**DATASET EXTRACT**.
####

def test_unrefined_snapshot_keeps_the_rest_mesh_and_equals_the_refinement():
    # When every edge of the rest mesh passes the tolerance, the snapshot is the rest
    # mesh's faces on the light cone (shared vertices, no per-face copies): the same
    # triangles, events, velocities, clocks and measured error as the red-green
    # refinement gives when it stops after its first round.
    verts, faces, motion, cam = hyperbolic_ball()
    snap = snapshot(motion, verts, faces, cam, Effects(), tolerance=2e-2)
    assert snap.bary is None and np.array_equal(snap.faces, faces)
    pts, tri, parent, bary, vid, (distinct, ev_d, beta_d), err = _adaptive(
        motion, verts, faces, cam, Effects(), 2e-2, 10**6
    )
    assert len(tri) == len(faces) and snap.error == err
    np.testing.assert_array_equal(snap.vertices[snap.faces], ev_d[vid][tri][..., 1:])
    np.testing.assert_array_equal(snap.beta[snap.faces], beta_d[vid][tri])
    np.testing.assert_array_equal(snap.body_coords[snap.faces], pts[tri])
    np.testing.assert_array_equal(
        snap.clock[snap.faces],
        _vertex_clock(motion, distinct, ev_d, Effects())[vid][tri],
    )
    # a tolerance below the measured error refines, through the per-face path
    finer = snapshot(motion, verts, faces, cam, Effects(), tolerance=err / 3)
    assert finer.bary is not None and len(finer.faces) > len(faces)


def test_mesh_topology_follows_its_faces_array():
    # The per-mesh topology (edges, hierarchy) is kept while the faces array lives, is not
    # reused for an array edited in place, and goes with the array.
    verts, faces, motion, cam = hyperbolic_ball()
    faces = faces.copy()
    first = snapshot(motion, verts, faces, cam, Effects(), tolerance=2e-2)
    assert id(faces) in lightcone._MESH_TOPOLOGY
    faces[:] = faces[:, ::-1]  # every face turned over, in place
    turned = snapshot(motion, verts, faces, cam, Effects(), tolerance=2e-2)
    np.testing.assert_array_equal(turned.faces, first.faces[:, ::-1])
    key = id(faces)
    del faces, first, turned
    gc.collect()
    assert key not in lightcone._MESH_TOPOLOGY


def test_hyperbolic_snapshot_within_tolerance_over_successive_exposures():
    # Exposures at successive times (an animation): the hierarchy over the unrefined
    # snapshot is refitted from the first exposure's (bvh.refit_bvh), and every exposure
    # casts the same hits as a freshly built hierarchy; each hit lies within the
    # tolerance (as seen from the camera) of the exact retarded position of the body point
    # it reports, and its velocity within the tolerance of that point's exact velocity
    # (the closed form, checked against the generic solver and scipy in test_motion.py).
    verts, faces, motion, cam = hyperbolic_ball()
    body = Body(name="ball", shape="mesh", surface=None, motion=motion)
    scene = SimpleNamespace(bodies=[body])
    tol = 3e-4  # measured errors 0.9e-4 to 1.0e-4: no refinement
    first = None
    for k in range(4):
        event = cam + np.array([0.25 * k, 0.0, 0.0, 0.0])
        (group,) = snapshot_groups(scene, [(verts, faces)], [0], event, Effects(), tolerance=tol)
        assert group.snapshot.bary is None and group.snapshot.error <= tol
        assert group.bvh is not None
        first = first or group.bvh
        assert group.bvh.node_left is first.node_left  # the same topology, refitted
        d = rays_covering(event, group.vertices, n=61)
        hits = cast([group], event, d, Effects())
        fresh = copy.copy(group)
        fresh.bvh = None  # the tracer builds its own
        again = cast([fresh], event, d, Effects())
        assert hits.hit.sum() > 800
        np.testing.assert_array_equal(hits.hit, again.hit)
        np.testing.assert_allclose(hits.l, again.l, rtol=1e-13)
        np.testing.assert_allclose(hits.rest_position, again.rest_position, atol=1e-12)
        exact, beta = motion.retarded(hits.rest_position[hits.hit], event)
        miss = np.linalg.norm(exact[:, 1:] - hits.emit_event[hits.hit, 1:], axis=1)
        assert (miss / hits.l[hits.hit]).max() <= 1.5 * tol  # as the rolling wheel's
        assert np.linalg.norm(beta - hits.beta_emit[hits.hit], axis=1).max() <= 1.5 * tol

####

**INSTRUCTIONS FOR THE TASK**. Keeping every word and mark as it is, print the entries above.

**PROBLEM SOLUTION**.
def test_unrefined_snapshot_keeps_the_rest_mesh_and_equals_the_refinement():
    # When every edge of the rest mesh passes the tolerance, the snapshot is the rest
    # mesh's faces on the light cone (shared vertices, no per-face copies): the same
    # triangles, events, velocities, clocks and measured error as the red-green
    # refinement gives when it stops after its first round.
    verts, faces, motion, cam = hyperbolic_ball()
    snap = snapshot(motion, verts, faces, cam, Effects(), tolerance=2e-2)
    assert snap.bary is None and np.array_equal(snap.faces, faces)
    pts, tri, parent, bary, vid, (distinct, ev_d, beta_d), err = _adaptive(
        motion, verts, faces, cam, Effects(), 2e-2, 10**6
    )
    assert len(tri) == len(faces) and snap.error == err
    np.testing.assert_array_equal(snap.vertices[snap.faces], ev_d[vid][tri][..., 1:])
    np.testing.assert_array_equal(snap.beta[snap.faces], beta_d[vid][tri])
    np.testing.assert_array_equal(snap.body_coords[snap.faces], pts[tri])
    np.testing.assert_array_equal(
        snap.clock[snap.faces],
        _vertex_clock(motion, distinct, ev_d, Effects())[vid][tri],
    )
    # a tolerance below the measured error refines, through the per-face path
    finer = snapshot(motion, verts, faces, cam, Effects(), tolerance=err / 3)
    assert finer.bary is not None and len(finer.faces) > len(faces)


def test_mesh_topology_follows_its_faces_array():
    # The per-mesh topology (edges, hierarchy) is kept while the faces array lives, is not
    # reused for an array edited in place, and goes with the array.
    verts, faces, motion, cam = hyperbolic_ball()
    faces = faces.copy()
    first = snapshot(motion, verts, faces, cam, Effects(), tolerance=2e-2)
    assert id(faces) in lightcone._MESH_TOPOLOGY
    faces[:] = faces[:, ::-1]  # every face turned over, in place
    turned = snapshot(motion, verts, faces, cam, Effects(), tolerance=2e-2)
    np.testing.assert_array_equal(turned.faces, first.faces[:, ::-1])
    key = id(faces)
    del faces, first, turned
    gc.collect()
    assert key not in lightcone._MESH_TOPOLOGY


def test_hyperbolic_snapshot_within_tolerance_over_successive_exposures():
    # Exposures at successive times (an animation): the hierarchy over the unrefined
    # snapshot is refitted from the first exposure's (bvh.refit_bvh), and every exposure
    # casts the same hits as a freshly built hierarchy; each hit lies within the
    # tolerance (as seen from the camera) of the exact retarded position of the body point
    # it reports, and its velocity within the tolerance of that point's exact velocity
    # (the closed form, checked against the generic solver and scipy in test_motion.py).
    verts, faces, motion, cam = hyperbolic_ball()
    body = Body(name="ball", shape="mesh", surface=None, motion=motion)
    scene = SimpleNamespace(bodies=[body])
    tol = 3e-4  # measured errors 0.9e-4 to 1.0e-4: no refinement
    first = None
    for k in range(4):
        event = cam + np.array([0.25 * k, 0.0, 0.0, 0.0])
        (group,) = snapshot_groups(scene, [(verts, faces)], [0], event, Effects(), tolerance=tol)
        assert group.snapshot.bary is None and group.snapshot.error <= tol
        assert group.bvh is not None
        first = first or group.bvh
        assert group.bvh.node_left is first.node_left  # the same topology, refitted
        d = rays_covering(event, group.vertices, n=61)
        hits = cast([group], event, d, Effects())
        fresh = copy.copy(group)
        fresh.bvh = None  # the tracer builds its own
        again = cast([fresh], event, d, Effects())
        assert hits.hit.sum() > 800
        np.testing.assert_array_equal(hits.hit, again.hit)
        np.testing.assert_allclose(hits.l, again.l, rtol=1e-13)
        np.testing.assert_allclose(hits.rest_position, again.rest_position, atol=1e-12)
        exact, beta = motion.retarded(hits.rest_position[hits.hit], event)
        miss = np.linalg.norm(exact[:, 1:] - hits.emit_event[hits.hit, 1:], axis=1)
        assert (miss / hits.l[hits.hit]).max() <= 1.5 * tol  # as the rolling wheel's
        assert np.linalg.norm(beta - hits.beta_emit[hits.hit], axis=1).max() <= 1.5 * tol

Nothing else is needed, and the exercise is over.